• Required action: Wherever the word "rows" appears in a line below, that line counts; report the total number of such lines only.
Supplied records: Begin
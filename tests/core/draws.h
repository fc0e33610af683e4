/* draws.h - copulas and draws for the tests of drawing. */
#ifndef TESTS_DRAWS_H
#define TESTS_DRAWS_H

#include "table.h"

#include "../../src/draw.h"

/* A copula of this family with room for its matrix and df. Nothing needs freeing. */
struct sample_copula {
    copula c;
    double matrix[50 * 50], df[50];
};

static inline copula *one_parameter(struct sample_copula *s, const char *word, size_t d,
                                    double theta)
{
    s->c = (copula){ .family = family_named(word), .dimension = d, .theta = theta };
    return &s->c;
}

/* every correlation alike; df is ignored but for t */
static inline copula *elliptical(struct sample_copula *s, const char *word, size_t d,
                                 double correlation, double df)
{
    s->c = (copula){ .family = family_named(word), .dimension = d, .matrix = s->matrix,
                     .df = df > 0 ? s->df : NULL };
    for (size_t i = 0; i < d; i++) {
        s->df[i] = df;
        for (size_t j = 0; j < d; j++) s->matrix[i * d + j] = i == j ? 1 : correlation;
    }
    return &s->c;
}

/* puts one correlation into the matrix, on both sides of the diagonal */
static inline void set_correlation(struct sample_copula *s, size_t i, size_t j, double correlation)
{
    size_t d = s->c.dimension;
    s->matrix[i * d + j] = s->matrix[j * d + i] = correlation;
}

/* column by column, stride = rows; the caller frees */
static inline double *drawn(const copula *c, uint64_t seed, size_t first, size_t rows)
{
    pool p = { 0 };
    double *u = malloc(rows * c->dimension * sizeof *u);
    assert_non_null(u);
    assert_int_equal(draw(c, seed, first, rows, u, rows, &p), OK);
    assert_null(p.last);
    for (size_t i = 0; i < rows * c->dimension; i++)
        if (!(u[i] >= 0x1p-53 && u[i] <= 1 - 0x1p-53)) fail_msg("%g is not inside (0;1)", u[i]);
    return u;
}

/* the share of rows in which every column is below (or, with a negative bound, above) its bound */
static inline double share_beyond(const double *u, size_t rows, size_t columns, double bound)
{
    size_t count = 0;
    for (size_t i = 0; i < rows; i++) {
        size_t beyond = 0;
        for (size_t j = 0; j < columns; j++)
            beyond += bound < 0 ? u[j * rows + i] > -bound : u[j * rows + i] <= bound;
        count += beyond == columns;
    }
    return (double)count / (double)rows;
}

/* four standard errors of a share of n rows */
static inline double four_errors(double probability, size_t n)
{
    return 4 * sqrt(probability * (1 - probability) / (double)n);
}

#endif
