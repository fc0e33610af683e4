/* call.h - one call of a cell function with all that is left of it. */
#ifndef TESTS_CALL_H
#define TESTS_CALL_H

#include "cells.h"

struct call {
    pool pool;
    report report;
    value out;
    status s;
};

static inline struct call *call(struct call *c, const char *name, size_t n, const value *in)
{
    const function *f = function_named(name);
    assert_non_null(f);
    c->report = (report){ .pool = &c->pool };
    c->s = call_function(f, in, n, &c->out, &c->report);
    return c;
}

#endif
Supplied records: End
• Written solution: 11